**What is required:**
Please transcribe exactly the lines from the one containing "collar rows; split" through the end of the records below, both included, and nothing else.

**Record excerpts:**

....

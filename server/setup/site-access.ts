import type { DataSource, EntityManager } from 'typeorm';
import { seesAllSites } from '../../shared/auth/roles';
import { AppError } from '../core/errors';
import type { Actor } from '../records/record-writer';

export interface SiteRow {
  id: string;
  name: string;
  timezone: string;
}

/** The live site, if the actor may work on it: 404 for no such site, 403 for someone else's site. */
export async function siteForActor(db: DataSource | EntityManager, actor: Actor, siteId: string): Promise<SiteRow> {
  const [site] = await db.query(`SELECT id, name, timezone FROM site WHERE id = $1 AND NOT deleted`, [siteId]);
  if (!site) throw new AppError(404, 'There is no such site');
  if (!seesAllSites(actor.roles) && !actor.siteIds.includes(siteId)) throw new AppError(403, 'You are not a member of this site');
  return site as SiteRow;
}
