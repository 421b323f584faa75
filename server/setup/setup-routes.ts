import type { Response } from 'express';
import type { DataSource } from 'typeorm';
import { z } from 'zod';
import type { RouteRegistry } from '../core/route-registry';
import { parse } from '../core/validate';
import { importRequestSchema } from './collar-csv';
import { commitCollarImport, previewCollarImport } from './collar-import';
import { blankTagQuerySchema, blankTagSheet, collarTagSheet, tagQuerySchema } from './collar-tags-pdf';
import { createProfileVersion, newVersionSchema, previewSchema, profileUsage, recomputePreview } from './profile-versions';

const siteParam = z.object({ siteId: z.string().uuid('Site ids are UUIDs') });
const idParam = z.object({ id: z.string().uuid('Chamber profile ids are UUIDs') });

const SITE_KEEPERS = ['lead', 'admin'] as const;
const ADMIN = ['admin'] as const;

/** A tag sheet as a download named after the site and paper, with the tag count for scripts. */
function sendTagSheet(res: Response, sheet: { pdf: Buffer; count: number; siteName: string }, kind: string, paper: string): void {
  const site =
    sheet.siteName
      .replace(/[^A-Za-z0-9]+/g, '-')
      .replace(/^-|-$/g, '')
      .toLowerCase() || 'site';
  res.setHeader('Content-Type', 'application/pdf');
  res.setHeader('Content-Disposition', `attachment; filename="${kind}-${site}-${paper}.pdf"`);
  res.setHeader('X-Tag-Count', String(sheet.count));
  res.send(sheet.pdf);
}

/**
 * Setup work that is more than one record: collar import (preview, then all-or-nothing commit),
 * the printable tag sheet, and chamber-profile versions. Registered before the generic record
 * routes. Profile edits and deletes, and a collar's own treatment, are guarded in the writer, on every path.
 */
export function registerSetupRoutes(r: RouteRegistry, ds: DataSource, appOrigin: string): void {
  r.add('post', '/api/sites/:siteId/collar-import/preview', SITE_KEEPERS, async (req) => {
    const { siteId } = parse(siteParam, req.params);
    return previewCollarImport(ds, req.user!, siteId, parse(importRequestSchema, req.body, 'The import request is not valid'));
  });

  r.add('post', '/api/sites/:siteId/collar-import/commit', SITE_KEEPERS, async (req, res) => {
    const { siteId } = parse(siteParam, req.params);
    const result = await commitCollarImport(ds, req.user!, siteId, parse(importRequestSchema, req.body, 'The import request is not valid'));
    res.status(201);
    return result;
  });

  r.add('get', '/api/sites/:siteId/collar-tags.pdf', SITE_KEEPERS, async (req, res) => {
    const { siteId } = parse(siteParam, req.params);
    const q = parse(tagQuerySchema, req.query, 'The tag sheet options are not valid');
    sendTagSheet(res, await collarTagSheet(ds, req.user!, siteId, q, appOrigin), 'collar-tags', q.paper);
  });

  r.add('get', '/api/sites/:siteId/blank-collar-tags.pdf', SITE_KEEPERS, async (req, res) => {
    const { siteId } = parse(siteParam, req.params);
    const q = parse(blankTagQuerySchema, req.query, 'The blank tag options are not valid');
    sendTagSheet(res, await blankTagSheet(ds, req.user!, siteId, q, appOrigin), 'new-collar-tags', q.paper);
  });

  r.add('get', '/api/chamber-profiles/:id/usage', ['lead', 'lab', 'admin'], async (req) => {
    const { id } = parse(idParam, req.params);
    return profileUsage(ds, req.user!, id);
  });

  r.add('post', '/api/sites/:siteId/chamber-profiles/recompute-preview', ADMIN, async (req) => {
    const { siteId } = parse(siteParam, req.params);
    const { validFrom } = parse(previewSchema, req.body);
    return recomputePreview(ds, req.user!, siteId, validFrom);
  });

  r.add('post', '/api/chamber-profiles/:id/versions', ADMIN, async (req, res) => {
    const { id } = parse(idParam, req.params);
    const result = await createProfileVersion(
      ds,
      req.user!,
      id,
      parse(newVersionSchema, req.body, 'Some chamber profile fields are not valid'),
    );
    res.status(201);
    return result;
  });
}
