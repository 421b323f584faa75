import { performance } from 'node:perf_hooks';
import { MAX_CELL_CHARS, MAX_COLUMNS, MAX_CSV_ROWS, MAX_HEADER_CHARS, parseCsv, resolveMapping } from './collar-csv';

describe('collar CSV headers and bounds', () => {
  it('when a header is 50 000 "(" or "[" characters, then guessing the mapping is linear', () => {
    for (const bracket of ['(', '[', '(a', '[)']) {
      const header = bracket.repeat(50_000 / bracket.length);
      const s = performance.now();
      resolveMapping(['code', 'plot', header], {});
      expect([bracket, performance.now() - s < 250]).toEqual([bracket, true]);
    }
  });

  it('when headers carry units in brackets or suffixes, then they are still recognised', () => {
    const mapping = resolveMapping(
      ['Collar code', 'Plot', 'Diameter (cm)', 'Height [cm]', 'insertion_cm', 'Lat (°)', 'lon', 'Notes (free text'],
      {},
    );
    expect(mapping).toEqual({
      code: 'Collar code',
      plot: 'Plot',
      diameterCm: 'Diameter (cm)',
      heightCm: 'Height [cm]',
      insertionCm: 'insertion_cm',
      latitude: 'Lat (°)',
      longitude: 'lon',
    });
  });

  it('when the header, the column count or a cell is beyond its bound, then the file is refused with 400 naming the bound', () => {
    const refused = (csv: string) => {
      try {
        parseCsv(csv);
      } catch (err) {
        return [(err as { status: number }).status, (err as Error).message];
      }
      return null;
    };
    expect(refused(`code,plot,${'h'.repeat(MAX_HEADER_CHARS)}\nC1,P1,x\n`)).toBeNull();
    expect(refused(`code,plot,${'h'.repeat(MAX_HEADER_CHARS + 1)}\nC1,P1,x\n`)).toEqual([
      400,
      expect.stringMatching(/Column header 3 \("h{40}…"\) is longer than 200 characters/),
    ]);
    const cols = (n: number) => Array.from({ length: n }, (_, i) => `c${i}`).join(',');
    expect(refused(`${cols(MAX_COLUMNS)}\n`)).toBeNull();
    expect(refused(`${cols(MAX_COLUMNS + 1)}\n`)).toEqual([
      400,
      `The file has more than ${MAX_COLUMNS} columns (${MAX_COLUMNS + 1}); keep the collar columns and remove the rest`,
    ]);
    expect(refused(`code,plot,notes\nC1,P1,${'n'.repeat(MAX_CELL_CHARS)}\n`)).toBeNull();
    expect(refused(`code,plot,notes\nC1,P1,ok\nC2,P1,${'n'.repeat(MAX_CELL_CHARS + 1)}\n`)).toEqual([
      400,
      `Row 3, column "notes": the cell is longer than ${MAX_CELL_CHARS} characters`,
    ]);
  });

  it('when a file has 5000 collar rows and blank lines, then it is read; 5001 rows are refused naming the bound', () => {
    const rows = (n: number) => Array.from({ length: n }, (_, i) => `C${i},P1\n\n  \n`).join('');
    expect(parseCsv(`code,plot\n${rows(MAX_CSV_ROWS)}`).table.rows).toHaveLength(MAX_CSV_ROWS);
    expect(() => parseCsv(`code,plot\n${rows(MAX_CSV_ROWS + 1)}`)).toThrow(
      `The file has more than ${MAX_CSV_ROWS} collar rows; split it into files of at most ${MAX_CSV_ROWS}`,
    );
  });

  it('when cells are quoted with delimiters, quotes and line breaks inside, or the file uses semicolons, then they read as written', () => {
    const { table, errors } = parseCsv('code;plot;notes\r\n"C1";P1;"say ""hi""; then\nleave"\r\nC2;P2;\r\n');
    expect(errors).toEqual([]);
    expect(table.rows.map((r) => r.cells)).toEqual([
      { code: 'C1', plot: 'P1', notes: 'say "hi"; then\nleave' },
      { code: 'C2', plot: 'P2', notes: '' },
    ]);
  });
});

....

**Answer section:**
      `The file has more than ${MAX_CSV_ROWS} collar rows; split it into files of at most ${MAX_CSV_ROWS}`,
    );
  });

  it('when cells are quoted with delimiters, quotes and line breaks inside, or the file uses semicolons, then they read as written', () => {
    const { table, errors } = parseCsv('code;plot;notes\r\n"C1";P1;"say ""hi""; then\nleave"\r\nC2;P2;\r\n');
    expect(errors).toEqual([]);
    expect(table.rows.map((r) => r.cells)).toEqual([
      { code: 'C1', plot: 'P1', notes: 'say "hi"; then\nleave' },
      { code: 'C2', plot: 'P2', notes: '' },
    ]);
  });
});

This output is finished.